— Records provided —
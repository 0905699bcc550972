"""Building routines from the example in C."""

import shutil
import subprocess
from pathlib import Path

import pytest

from drivers.demo.constants import example_constants, example_memory
from matlib.card import read_card

DEMO = Path(__file__).parents[3] / "drivers" / "demo"


@pytest.fixture(scope="session")
def built(tmp_path_factory):
    """Build the example, changed or not, for a card: returns the routine file."""
    if shutil.which("gcc") is None:
        pytest.skip("needs gcc")
    made = iter(range(10**6))

    def build(changes=(), card=DEMO / "laboratory.card.toml", order=2.0, time_limit=0.5):
        folder = tmp_path_factory.mktemp(f"routine{next(made)}")
        source = (DEMO / "routine.c").read_text(encoding="utf-8")
        for old, new in changes:
            assert old in source, old
            source = source.replace(old, new)
        (folder / "r.c").write_text(source, encoding="utf-8")
        subprocess.run(["gcc", "-O1", "-shared", "-fPIC", "-o", folder / "r.so", folder / "r.c", "-lm"], check=True)
        material = read_card(card).material()
        constants = ", ".join(repr(float(value)) for value in example_constants(material))
        shutil.copy(card, folder / "own.card.toml")
        (folder / "r.routine.toml").write_text(
            f'name = "planted"\nlibrary = "r.so"\nn_memory = {example_memory(material)}\norder = {order}\n'
            f'card = "own.card.toml"\ntime_limit = {time_limit}\nconstants = [{constants}]\n'
        )
        return folder / "r.routine.toml"

    return build
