CREATE TABLE "harm"( -- Harm to a group of people
    "hazard" TEXT NOT NULL, -- Id of the object
    "path" TEXT NOT NULL, -- Where in the object it stands
    "within" TEXT NOT NULL, -- Path of the row that it stands in; empty: none
    "key" TEXT NOT NULL, -- Name of the row
    "present" TEXT, -- Probability that a given person of the group is there
    "death" TEXT, -- Probability of death of a person who is there
    "injury" TEXT, -- Probability of injury of a person who is there
    PRIMARY KEY("hazard", "path")
) STRICT, WITHOUT ROWID;

CREATE TABLE "hazard_disables"( -- A number and where it comes from
    "hazard" TEXT NOT NULL, -- Id of the object
    "path" TEXT NOT NULL, -- Where in the object it stands
    "within" TEXT NOT NULL, -- Path of the row that it stands in; empty: none
    "key" TEXT NOT NULL, -- Name of the row
    "is" TEXT, -- The number
    "source" TEXT, -- Where the number comes from
    "note" TEXT, -- Anything else
    PRIMARY KEY("hazard", "path")
) STRICT, WITHOUT ROWID;

CREATE TABLE "state"( -- A condition that is unknown, or an operating state
    "id" TEXT NOT NULL, -- Id of the object
    "name" TEXT, -- What is in a state
    "source" TEXT, -- Where the number comes from
    "note" TEXT, -- Anything else
    PRIMARY KEY("id")
) STRICT, WITHOUT ROWID;

CREATE TABLE "state_is"( -- Share of this state
    "state" TEXT NOT NULL, -- Id of the object
    "path" TEXT NOT NULL, -- Where in the object it stands
    "within" TEXT NOT NULL, -- Path of the row that it stands in; empty: none
    "key" TEXT NOT NULL, -- Name of the row
    "value" TEXT, -- Share of this state
    PRIMARY KEY("state", "path")
) STRICT, WITHOUT ROWID;

CREATE TABLE "state_varies"( -- Share of this state
    "state" TEXT NOT NULL, -- Id of the object
    "path" TEXT NOT NULL, -- Where in the object it stands
    "within" TEXT NOT NULL, -- Path of the row that it stands in; empty: none
    "key" TEXT NOT NULL, -- Name of the row
    "value" TEXT, -- Share of this state
    PRIMARY KEY("state", "path")
) STRICT, WITHOUT ROWID;

CREATE TABLE "state_when"( -- A change
    "state" TEXT NOT NULL, -- Id of the object
    "path" TEXT NOT NULL, -- Where in the object it stands
    "within" TEXT NOT NULL, -- Path of the row that it stands in; empty: none
    "key" TEXT NOT NULL, -- Name of the row
    PRIMARY KEY("state", "path")
) STRICT, WITHOUT ROWID;

CREATE TABLE "state_when_item"( -- A change
    "state" TEXT NOT NULL, -- Id of the object
    "path" TEXT NOT NULL, -- Where in the object it stands
    "within" TEXT NOT NULL, -- Path of the row that it stands in; empty: none
    "at" TEXT NOT NULL, -- Path in the register that is changed
    "value" TEXT NOT NULL, -- What is set there; no: removed
    PRIMARY KEY("state", "path")
) STRICT, WITHOUT ROWID;

CREATE TABLE "state_becomes"( -- Transitions to each state
    "state" TEXT NOT NULL, -- Id of the object
    "path" TEXT NOT NULL, -- Where in the object it stands
    "within" TEXT NOT NULL, -- Path of the row that it stands in; empty: none
    "key" TEXT NOT NULL, -- Name of the row
    PRIMARY KEY("state", "path")
) STRICT, WITHOUT ROWID;

CREATE TABLE "state_becomes_item"( -- Transitions per year
    "state" TEXT NOT NULL, -- Id of the object
    "path" TEXT NOT NULL, -- Where in the object it stands
    "within" TEXT NOT NULL, -- Path of the row that it stands in; empty: none
    "key" TEXT NOT NULL, -- Name of the row
    "value" TEXT, -- Transitions per year
    PRIMARY KEY("state", "path")
) STRICT, WITHOUT ROWID;

CREATE TABLE "state_failures"( -- The state that each outcome leads to
    "state" TEXT NOT NULL, -- Id of the object
    "path" TEXT NOT NULL, -- Where in the object it stands
    "within" TEXT NOT NULL, -- Path of the row that it stands in; empty: none
    "key" TEXT NOT NULL, -- Name of the row
    PRIMARY KEY("state", "path")
) STRICT, WITHOUT ROWID;

CREATE TABLE "state_failures_item"( -- The state that it enters
    "state" TEXT NOT NULL, -- Id of the object
    "path" TEXT NOT NULL, -- Where in the object it stands
    "within" TEXT NOT NULL, -- Path of the row that it stands in; empty: none
    "key" TEXT NOT NULL, -- Name of the row
    "value" TEXT, -- The state that it enters
    PRIMARY KEY("state", "path")
) STRICT, WITHOUT ROWID;

CREATE TABLE "state_renewed_by"( -- The state that it enters
    "state" TEXT NOT NULL, -- Id of the object
    "path" TEXT NOT NULL, -- Where in the object it stands
    "within" TEXT NOT NULL, -- Path of the row that it stands in; empty: none
    "key" TEXT NOT NULL, -- Name of the row
    "value" TEXT, -- The state that it enters
    PRIMARY KEY("state", "path")
) STRICT, WITHOUT ROWID;

CREATE TABLE "state_tests"( -- A survey that reads a state imperfectly
    "state" TEXT NOT NULL, -- Id of the object
    "path" TEXT NOT NULL, -- Where in the object it stands
    "within" TEXT NOT NULL, -- Path of the row that it stands in; empty: none
    "key" TEXT NOT NULL, -- Name of the row
    "costs" TEXT, -- What the test costs
    PRIMARY KEY("state", "path")
) STRICT, WITHOUT ROWID;

CREATE TABLE "state_tests_reads"( -- What the test can read
    "state" TEXT NOT NULL, -- Id of the object
    "path" TEXT NOT NULL, -- Where in the object it stands
    "within" TEXT NOT NULL, -- Path of the row that it stands in; empty: none
    "position" INTEGER NOT NULL, -- Place in the list, from 0
    "value" TEXT NOT NULL, -- Name in the set
    PRIMARY KEY("state", "path")
) STRICT, WITHOUT ROWID;

CREATE TABLE "state_tests_given"( -- Probabilities of the readings
    "state" TEXT NOT NULL, -- Id of the object
    "path" TEXT NOT NULL, -- Where in the object it stands
    "within" TEXT NOT NULL, -- Path of the row that it stands in; empty: none
    "key" TEXT NOT NULL, -- Name of the row
    PRIMARY KEY("state", "path")
) STRICT, WITHOUT ROWID;

CREATE TABLE "state_tests_given_item"( -- Probability of each reading, in the order of reads
    "state" TEXT NOT NULL, -- Id of the object
    "path" TEXT NOT NULL, -- Where in the object it stands
    "within" TEXT NOT NULL, -- Path of the row that it stands in; empty: none
    "position" INTEGER NOT NULL, -- Place in the list, from 0
    "value" TEXT, -- Probability of each reading, in the order of reads
    PRIMARY KEY("state", "path")
) STRICT, WITHOUT ROWID;

CREATE TABLE "option"( -- A measure: what it costs and what it changes
    "id" TEXT NOT NULL, -- Id of the object
    "name" TEXT, -- What would be done
    "site" TEXT, -- Where
    "owner" TEXT, -- Who answers for it
    "invest_is" TEXT, -- What it costs
    "invest_on" TEXT, -- When it is paid; at the start of the horizon where it is left out
    "invest_source" TEXT, -- Where the number comes from
    "invest_note" TEXT, -- Anything else
    "in_service" TEXT, -- When its benefit starts; the start of the horizon where it is left out
    "running_is" TEXT, -- The number
    "running_source" TEXT, -- Where the number comes from
    "running_note" TEXT, -- Anything else
    "life" TEXT, -- How long it lasts from its in-service date
    "renewed" INTEGER, -- Is it renewed at the end of its life?
    "residual" TEXT, -- What it is worth at the end of the horizon
    "early_for" TEXT, -- How long the commissioning period lasts
    "source" TEXT, -- Where the number comes from
    "note" TEXT, -- Anything else
    PRIMARY KEY("id")
) STRICT, WITHOUT ROWID;

CREATE TABLE "option_early_change"( -- What is different during it
    "option" TEXT NOT NULL, -- Id of the object
    "path" TEXT NOT NULL, -- Where in the object it stands
    "within" TEXT NOT NULL, -- Path of the row that it stands in; empty: none
    "at" TEXT NOT NULL, -- Path in the register that is changed
    "value" TEXT NOT NULL, -- What is set there; no: removed
    PRIMARY KEY("option", "path")
) STRICT, WITHOUT ROWID;

CREATE TABLE "option_excludes"( -- Options that cannot be combined with it
    "option" TEXT NOT NULL, -- Id of the object
    "path" TEXT NOT NULL, -- Where in the object it stands
    "within" TEXT NOT NULL, -- Path of the row that it stands in; empty: none
    "position" INTEGER NOT NULL, -- Place in the list, from 0
    "value" TEXT NOT NULL, -- Name in the set
    PRIMARY KEY("option", "path")
) STRICT, WITHOUT ROWID;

— What is needed —
Take each line above that holds the string "constants" and copy it.

— Answer to this problem —
from drivers.demo.constants import example_constants, example_memory
        constants = ", ".join(repr(float(value)) for value in example_constants(material))
            f'card = "own.card.toml"\ntime_limit = {time_limit}\nconstants = [{constants}]\n'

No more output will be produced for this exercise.